Which lines of the data below hold "names"? Copy each of them.

(Extracted information begins)

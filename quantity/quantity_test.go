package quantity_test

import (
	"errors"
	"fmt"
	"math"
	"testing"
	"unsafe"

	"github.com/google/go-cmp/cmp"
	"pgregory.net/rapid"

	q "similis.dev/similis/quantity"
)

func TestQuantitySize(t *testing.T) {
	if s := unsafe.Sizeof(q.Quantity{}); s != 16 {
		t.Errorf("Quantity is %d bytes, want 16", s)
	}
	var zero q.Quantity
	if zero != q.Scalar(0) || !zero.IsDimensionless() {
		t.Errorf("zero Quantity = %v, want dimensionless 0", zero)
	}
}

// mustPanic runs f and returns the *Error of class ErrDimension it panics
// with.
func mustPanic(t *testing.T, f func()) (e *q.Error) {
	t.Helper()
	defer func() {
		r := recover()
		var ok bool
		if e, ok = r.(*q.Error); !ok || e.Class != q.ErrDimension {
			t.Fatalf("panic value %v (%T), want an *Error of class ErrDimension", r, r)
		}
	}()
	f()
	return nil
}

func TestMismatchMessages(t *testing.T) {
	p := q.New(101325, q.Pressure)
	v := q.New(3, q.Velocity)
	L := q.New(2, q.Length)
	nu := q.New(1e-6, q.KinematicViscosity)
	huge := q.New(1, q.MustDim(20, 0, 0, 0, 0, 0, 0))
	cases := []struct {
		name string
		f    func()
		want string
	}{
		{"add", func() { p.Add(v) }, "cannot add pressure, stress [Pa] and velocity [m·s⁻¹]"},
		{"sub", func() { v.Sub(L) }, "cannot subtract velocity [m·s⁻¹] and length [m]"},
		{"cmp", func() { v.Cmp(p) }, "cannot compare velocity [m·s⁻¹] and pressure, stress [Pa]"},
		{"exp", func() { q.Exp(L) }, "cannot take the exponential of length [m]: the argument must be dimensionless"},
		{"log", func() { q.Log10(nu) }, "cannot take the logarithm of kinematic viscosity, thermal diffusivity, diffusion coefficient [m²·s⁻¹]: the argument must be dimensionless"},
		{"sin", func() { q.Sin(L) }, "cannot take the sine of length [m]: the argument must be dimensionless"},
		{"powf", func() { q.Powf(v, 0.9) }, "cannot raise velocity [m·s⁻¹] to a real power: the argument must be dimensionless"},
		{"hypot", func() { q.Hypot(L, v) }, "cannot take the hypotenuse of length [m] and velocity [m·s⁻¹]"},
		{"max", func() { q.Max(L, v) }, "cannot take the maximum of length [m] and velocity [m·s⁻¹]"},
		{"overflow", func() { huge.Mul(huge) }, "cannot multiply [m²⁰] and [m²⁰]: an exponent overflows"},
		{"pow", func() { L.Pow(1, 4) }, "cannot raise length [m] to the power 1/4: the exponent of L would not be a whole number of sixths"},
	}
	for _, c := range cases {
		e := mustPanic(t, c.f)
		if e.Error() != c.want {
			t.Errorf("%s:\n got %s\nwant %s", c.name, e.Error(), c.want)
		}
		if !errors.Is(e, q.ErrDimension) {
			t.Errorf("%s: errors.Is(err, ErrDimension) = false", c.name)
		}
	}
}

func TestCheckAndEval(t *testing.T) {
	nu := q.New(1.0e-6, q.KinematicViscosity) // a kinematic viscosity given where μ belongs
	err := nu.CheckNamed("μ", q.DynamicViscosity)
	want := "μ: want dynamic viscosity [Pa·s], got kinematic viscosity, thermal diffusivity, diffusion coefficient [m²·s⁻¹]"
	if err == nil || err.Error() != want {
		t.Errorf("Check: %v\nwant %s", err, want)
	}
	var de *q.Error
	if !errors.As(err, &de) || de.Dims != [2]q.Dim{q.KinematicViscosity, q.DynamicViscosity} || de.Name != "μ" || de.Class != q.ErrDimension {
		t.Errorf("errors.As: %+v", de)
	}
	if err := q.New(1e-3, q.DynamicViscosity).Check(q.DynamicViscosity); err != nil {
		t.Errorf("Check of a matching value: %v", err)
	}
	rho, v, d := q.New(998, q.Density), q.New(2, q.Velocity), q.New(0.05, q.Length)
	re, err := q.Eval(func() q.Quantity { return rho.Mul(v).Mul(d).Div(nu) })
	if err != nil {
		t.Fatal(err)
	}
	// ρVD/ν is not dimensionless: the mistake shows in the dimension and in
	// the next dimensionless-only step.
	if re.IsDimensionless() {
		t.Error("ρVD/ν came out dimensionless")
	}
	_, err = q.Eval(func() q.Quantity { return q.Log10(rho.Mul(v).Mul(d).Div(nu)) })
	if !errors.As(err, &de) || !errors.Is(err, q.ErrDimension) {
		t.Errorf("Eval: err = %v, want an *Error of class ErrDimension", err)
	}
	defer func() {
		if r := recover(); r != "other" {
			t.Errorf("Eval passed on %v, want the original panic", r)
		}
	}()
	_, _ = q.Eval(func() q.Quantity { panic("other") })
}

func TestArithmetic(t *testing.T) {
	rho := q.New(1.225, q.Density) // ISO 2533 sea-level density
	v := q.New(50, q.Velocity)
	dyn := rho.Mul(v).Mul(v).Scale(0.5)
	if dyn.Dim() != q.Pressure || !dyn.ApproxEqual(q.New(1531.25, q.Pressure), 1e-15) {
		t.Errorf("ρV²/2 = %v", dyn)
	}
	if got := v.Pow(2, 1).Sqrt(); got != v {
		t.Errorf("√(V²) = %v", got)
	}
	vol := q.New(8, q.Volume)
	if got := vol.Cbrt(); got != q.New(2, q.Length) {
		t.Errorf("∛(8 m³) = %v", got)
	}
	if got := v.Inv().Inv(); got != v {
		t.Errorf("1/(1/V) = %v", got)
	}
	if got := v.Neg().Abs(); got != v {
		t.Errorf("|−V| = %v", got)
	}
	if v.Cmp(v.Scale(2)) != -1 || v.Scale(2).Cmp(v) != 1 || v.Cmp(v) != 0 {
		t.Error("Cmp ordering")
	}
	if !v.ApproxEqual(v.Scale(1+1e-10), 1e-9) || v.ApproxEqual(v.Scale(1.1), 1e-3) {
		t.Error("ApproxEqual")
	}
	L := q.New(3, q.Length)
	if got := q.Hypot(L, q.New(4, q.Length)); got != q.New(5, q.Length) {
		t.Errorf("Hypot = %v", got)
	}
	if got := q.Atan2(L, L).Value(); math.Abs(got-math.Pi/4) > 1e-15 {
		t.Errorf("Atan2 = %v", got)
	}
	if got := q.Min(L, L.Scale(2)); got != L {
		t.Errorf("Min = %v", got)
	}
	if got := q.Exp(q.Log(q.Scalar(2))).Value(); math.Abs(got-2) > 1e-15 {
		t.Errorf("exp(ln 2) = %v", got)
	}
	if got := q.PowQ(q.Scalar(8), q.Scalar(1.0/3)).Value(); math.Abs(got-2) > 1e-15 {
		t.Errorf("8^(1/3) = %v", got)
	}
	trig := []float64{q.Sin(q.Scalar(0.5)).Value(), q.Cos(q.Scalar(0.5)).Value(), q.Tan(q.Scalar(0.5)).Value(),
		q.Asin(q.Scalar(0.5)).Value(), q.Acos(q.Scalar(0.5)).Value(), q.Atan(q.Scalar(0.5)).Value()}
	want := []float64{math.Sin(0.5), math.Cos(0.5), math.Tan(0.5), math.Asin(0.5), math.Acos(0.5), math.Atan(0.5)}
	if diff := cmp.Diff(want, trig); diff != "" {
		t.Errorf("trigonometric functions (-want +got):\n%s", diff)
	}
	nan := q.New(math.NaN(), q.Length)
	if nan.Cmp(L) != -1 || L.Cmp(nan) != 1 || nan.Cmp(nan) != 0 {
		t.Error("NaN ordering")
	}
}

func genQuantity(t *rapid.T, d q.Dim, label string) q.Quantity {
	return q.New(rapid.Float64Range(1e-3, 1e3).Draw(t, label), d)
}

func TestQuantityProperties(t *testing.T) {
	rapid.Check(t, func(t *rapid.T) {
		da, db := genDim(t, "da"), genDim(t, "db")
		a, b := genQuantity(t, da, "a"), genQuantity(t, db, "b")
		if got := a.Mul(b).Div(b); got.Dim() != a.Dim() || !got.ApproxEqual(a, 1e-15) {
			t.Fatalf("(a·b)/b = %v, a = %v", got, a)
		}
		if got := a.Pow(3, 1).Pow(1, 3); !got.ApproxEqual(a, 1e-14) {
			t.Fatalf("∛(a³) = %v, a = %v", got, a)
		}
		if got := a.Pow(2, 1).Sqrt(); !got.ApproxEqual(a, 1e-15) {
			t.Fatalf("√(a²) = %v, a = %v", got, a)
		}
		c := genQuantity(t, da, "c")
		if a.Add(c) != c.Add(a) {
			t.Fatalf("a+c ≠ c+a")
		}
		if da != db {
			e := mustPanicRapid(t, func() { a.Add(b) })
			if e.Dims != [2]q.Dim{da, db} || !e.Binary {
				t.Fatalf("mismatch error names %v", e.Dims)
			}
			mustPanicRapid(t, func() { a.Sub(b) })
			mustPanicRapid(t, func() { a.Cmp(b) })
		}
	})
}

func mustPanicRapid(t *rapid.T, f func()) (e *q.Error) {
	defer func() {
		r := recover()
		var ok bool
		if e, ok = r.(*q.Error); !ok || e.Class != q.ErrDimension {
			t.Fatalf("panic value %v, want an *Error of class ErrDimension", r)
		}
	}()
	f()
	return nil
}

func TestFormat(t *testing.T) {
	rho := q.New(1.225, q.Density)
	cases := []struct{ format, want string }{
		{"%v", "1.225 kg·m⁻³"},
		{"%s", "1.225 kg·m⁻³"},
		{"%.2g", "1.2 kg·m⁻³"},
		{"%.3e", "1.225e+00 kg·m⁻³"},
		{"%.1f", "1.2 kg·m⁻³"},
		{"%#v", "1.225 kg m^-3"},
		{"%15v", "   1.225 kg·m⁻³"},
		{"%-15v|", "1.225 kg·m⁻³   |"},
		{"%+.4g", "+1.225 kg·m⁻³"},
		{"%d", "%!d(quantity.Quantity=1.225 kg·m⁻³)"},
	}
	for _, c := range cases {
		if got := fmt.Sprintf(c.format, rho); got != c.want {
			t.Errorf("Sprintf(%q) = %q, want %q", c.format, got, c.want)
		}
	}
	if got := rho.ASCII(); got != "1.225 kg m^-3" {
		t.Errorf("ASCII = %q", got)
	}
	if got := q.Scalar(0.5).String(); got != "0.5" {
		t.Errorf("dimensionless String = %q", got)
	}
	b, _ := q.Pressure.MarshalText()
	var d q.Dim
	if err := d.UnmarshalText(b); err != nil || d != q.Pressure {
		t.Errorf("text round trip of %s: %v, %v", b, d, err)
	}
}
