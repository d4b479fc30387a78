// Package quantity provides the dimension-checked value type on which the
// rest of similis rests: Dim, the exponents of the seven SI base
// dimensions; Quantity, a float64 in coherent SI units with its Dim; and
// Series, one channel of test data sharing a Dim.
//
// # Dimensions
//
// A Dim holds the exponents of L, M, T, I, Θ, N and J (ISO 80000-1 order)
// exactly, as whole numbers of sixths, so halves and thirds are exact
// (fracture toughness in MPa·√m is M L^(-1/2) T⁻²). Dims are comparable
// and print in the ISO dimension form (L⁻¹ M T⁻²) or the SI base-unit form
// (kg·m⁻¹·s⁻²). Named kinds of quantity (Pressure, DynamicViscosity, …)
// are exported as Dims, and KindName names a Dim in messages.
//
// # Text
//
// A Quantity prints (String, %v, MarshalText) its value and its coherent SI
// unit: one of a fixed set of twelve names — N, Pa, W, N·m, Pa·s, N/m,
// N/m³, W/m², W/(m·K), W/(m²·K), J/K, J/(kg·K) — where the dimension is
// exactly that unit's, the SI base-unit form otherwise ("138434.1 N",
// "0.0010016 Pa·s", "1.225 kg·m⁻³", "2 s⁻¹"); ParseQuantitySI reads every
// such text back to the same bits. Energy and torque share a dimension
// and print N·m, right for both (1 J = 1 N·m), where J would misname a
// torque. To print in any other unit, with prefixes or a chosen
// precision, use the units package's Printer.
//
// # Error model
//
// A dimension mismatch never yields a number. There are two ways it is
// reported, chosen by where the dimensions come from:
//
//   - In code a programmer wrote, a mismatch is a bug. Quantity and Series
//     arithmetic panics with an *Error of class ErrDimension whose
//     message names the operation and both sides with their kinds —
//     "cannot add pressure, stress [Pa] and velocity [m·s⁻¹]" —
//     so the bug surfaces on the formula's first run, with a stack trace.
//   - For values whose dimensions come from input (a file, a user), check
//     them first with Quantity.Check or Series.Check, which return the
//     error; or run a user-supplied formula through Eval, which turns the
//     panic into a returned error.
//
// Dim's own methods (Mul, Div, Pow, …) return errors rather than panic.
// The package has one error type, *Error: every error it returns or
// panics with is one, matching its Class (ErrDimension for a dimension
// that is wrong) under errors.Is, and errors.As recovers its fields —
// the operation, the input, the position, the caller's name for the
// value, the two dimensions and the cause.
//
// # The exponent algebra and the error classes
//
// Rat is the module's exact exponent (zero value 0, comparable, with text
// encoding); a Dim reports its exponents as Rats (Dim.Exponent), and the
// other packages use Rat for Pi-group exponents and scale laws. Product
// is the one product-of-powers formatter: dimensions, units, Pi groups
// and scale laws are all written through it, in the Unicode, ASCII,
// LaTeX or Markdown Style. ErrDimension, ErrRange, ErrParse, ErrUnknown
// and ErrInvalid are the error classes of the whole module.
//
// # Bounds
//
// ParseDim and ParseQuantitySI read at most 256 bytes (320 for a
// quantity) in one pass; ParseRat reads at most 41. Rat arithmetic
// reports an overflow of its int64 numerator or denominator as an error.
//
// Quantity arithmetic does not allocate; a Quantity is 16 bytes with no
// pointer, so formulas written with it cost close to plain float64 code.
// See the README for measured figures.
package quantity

(Extracted information ends)

Finished task =
				t.Fatalf("mismatch error names %v", e.Dims)
// are exported as Dims, and KindName names a Dim in messages.
// unit: one of a fixed set of twelve names — N, Pa, W, N·m, Pa·s, N/m,
//     message names the operation and both sides with their kinds —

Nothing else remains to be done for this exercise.